[Task requirements]: Exactly as written, copy the lines of the data below from the first through the one containing "what readiness weighs".
Source material START
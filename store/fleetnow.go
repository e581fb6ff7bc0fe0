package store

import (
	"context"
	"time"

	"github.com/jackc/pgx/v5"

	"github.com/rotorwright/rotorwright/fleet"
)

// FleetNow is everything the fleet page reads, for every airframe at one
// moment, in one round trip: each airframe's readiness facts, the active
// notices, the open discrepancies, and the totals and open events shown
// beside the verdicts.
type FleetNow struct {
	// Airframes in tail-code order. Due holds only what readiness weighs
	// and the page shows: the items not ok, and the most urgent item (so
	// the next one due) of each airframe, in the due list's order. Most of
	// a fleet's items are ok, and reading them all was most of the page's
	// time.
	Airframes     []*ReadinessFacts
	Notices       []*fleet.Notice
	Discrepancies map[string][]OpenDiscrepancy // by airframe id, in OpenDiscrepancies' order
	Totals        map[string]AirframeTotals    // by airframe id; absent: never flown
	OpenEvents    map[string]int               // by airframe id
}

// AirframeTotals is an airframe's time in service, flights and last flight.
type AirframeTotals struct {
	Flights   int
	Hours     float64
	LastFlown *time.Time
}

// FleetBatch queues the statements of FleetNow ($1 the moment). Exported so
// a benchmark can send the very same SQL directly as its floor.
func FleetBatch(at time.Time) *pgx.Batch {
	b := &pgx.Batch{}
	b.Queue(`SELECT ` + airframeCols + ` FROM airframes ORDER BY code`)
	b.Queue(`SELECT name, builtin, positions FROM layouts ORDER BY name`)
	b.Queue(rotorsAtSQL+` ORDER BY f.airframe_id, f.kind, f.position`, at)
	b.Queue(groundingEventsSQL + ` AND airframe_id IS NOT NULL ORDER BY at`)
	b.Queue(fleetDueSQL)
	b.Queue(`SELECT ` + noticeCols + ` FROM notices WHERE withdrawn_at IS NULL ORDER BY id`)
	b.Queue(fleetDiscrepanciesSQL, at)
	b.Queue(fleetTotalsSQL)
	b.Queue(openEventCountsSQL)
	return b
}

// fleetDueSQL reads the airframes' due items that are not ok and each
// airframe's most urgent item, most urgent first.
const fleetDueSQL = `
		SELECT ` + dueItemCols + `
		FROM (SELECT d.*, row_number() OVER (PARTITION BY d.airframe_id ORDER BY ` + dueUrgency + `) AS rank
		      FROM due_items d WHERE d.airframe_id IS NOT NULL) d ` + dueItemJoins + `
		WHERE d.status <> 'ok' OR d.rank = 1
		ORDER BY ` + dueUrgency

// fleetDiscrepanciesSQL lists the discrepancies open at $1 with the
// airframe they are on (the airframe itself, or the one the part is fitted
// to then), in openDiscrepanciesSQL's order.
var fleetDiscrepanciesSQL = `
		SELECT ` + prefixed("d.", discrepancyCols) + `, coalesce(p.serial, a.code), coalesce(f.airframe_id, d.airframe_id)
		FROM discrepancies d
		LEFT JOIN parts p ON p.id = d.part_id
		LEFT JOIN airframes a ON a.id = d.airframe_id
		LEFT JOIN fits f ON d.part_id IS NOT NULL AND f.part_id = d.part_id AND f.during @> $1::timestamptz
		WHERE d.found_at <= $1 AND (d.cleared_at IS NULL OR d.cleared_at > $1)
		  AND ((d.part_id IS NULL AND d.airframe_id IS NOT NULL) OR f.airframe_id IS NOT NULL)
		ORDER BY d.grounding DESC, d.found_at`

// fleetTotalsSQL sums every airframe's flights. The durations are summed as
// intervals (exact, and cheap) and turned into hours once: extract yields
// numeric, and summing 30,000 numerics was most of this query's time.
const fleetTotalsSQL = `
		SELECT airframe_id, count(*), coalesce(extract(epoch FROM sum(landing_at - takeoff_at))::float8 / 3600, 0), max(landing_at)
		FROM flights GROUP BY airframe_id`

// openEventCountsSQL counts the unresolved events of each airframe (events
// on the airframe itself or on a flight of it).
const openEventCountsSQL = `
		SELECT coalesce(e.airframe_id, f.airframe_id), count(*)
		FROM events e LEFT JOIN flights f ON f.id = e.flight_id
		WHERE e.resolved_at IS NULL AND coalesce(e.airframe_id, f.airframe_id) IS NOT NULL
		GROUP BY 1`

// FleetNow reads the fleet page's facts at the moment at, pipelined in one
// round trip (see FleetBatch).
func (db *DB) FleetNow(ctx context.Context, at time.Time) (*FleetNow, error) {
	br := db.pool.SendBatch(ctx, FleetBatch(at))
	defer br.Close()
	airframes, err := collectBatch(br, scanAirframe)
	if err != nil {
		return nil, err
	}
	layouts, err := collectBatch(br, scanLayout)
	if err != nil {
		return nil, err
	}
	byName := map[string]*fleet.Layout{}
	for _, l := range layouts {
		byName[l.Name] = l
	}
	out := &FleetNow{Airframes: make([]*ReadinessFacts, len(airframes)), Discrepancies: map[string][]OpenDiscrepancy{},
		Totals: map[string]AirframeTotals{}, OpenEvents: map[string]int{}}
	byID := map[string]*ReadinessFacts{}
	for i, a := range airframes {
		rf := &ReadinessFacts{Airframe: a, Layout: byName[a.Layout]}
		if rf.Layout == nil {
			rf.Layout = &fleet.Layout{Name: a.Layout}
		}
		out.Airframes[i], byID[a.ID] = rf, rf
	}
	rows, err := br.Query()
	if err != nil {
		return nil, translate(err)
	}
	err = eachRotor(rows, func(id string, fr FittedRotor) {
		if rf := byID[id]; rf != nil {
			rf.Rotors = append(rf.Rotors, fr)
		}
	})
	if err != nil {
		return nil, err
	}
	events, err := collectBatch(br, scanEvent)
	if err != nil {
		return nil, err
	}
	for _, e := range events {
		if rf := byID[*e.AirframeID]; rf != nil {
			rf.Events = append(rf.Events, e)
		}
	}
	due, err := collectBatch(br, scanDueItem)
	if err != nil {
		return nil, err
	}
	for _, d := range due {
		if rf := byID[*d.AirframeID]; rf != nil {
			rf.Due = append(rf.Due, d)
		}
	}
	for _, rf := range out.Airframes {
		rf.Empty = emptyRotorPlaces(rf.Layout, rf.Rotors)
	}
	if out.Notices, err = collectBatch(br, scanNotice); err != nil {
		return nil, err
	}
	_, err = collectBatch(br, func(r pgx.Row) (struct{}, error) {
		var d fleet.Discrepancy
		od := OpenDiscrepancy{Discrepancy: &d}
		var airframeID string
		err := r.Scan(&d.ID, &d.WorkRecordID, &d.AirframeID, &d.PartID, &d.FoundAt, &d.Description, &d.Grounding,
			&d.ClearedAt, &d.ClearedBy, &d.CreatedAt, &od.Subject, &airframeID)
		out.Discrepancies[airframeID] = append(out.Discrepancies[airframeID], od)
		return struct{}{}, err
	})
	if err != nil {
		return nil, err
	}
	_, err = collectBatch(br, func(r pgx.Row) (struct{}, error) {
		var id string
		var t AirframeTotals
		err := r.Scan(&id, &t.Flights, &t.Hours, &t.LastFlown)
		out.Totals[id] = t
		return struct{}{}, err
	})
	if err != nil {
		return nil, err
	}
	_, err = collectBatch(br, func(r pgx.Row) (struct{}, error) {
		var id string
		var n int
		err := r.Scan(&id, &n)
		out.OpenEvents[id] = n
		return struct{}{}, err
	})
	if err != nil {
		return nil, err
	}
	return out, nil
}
Source material END
[Worked solution]:
filename store/fleetnow.go
repository e581fb6ff7bc0fe0
package store

import (
	"context"
	"time"

	"github.com/jackc/pgx/v5"

	"github.com/rotorwright/rotorwright/fleet"
)

// FleetNow is everything the fleet page reads, for every airframe at one
// moment, in one round trip: each airframe's readiness facts, the active
// notices, the open discrepancies, and the totals and open events shown
// beside the verdicts.
type FleetNow struct {
	// Airframes in tail-code order. Due holds only what readiness weighs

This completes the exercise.